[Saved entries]
········
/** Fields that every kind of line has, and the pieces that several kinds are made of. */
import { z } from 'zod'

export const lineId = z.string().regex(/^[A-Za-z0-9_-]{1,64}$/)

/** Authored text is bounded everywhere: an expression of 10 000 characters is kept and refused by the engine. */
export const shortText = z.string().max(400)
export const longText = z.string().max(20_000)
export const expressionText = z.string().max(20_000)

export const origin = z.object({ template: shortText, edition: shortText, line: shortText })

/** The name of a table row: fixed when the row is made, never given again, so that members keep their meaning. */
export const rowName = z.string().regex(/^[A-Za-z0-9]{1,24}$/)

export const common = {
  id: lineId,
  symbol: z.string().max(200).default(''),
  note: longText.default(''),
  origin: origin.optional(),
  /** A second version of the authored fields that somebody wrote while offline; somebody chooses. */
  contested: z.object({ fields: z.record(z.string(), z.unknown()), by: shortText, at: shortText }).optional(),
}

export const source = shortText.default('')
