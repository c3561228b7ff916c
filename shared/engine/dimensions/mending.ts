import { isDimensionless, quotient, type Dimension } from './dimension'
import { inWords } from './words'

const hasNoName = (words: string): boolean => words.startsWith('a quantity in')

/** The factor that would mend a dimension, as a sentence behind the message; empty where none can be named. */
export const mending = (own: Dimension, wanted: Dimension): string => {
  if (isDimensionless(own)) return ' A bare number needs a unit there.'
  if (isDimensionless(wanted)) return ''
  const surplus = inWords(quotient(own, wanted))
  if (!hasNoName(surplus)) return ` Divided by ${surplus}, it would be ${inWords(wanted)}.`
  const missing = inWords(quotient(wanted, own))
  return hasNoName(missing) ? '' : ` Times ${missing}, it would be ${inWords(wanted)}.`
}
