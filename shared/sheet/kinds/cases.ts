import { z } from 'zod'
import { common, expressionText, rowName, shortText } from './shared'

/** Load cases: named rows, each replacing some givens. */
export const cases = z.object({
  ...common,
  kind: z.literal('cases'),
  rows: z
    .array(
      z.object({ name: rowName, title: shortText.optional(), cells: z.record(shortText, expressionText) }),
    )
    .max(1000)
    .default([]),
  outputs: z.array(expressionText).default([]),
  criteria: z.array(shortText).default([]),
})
········
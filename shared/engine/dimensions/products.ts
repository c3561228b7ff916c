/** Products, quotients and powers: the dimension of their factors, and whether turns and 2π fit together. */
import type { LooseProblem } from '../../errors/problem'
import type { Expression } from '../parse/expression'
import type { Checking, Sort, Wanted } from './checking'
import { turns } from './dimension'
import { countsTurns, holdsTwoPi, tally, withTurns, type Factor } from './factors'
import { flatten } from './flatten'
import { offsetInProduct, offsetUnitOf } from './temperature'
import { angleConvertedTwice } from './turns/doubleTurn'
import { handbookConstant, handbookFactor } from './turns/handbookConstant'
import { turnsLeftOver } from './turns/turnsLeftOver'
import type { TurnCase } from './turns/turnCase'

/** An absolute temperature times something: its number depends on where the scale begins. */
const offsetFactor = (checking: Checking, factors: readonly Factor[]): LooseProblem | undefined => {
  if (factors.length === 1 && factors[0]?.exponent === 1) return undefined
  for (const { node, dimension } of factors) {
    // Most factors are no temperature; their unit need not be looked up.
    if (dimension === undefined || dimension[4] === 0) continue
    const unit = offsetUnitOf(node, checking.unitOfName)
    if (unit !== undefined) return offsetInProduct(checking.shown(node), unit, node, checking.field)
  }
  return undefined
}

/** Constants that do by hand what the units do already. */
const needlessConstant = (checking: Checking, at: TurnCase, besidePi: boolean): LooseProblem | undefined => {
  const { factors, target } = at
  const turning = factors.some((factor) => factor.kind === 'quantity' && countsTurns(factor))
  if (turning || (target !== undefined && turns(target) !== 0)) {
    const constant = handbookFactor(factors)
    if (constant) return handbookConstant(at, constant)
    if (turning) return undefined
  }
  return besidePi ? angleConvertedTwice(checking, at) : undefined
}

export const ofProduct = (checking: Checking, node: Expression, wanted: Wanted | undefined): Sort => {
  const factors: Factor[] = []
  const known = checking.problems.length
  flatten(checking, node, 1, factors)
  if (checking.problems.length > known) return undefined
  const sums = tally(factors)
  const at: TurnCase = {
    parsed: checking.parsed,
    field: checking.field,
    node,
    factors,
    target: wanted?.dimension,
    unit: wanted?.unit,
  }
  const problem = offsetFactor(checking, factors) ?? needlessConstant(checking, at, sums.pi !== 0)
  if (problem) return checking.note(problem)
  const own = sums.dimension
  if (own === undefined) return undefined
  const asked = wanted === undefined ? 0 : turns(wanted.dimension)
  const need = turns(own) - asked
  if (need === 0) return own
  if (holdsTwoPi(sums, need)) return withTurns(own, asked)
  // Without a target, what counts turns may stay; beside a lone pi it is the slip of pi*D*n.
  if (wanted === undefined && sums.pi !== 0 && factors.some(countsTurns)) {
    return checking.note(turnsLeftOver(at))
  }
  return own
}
········
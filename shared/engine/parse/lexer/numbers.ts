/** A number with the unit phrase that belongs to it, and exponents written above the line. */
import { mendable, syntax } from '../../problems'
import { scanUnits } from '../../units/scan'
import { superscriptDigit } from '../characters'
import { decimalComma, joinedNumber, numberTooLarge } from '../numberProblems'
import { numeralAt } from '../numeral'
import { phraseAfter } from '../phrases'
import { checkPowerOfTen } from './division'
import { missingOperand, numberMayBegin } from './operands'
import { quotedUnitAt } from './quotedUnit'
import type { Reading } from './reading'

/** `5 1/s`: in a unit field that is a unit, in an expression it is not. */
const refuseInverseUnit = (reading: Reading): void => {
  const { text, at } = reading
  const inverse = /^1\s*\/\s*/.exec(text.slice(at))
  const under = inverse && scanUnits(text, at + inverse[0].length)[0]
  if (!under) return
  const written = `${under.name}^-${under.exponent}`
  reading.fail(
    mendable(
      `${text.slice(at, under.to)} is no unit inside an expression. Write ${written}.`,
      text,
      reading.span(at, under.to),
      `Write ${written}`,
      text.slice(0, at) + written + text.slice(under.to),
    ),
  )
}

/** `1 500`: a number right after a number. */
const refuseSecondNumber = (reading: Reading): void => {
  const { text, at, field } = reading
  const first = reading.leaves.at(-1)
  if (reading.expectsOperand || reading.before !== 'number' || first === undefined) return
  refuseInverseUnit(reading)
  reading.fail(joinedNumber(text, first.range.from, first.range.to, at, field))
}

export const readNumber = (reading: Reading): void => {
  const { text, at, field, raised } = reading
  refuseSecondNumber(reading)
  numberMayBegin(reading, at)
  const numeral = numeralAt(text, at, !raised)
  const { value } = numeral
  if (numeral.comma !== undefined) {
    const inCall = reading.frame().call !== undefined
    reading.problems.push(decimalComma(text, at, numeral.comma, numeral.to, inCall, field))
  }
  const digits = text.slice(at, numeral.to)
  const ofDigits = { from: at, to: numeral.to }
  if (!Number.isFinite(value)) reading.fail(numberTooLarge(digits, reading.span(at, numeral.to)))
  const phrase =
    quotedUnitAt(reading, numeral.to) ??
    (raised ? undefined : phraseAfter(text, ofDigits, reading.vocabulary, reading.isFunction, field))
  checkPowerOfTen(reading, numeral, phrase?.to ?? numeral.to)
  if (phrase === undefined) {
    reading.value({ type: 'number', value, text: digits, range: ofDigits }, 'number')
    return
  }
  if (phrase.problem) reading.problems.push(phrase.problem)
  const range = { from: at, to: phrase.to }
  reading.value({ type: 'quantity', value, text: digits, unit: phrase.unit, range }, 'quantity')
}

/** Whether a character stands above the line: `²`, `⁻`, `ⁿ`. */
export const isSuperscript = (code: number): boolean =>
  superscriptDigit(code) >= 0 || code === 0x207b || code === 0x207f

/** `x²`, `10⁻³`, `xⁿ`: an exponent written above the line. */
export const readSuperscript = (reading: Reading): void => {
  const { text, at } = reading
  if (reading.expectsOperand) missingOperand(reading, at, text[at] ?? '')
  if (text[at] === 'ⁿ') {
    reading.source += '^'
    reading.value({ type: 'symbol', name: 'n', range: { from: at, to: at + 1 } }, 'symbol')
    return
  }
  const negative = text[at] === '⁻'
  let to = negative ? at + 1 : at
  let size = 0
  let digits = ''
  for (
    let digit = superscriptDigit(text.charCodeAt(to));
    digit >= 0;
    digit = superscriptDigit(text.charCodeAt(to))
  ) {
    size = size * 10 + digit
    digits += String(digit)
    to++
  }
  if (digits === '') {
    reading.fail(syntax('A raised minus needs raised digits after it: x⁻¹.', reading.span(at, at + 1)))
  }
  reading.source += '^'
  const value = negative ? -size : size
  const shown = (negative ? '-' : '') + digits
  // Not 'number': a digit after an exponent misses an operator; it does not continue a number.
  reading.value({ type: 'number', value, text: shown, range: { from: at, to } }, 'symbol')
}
········
Give solely the number of lines in the data that contain the string "numeral".

10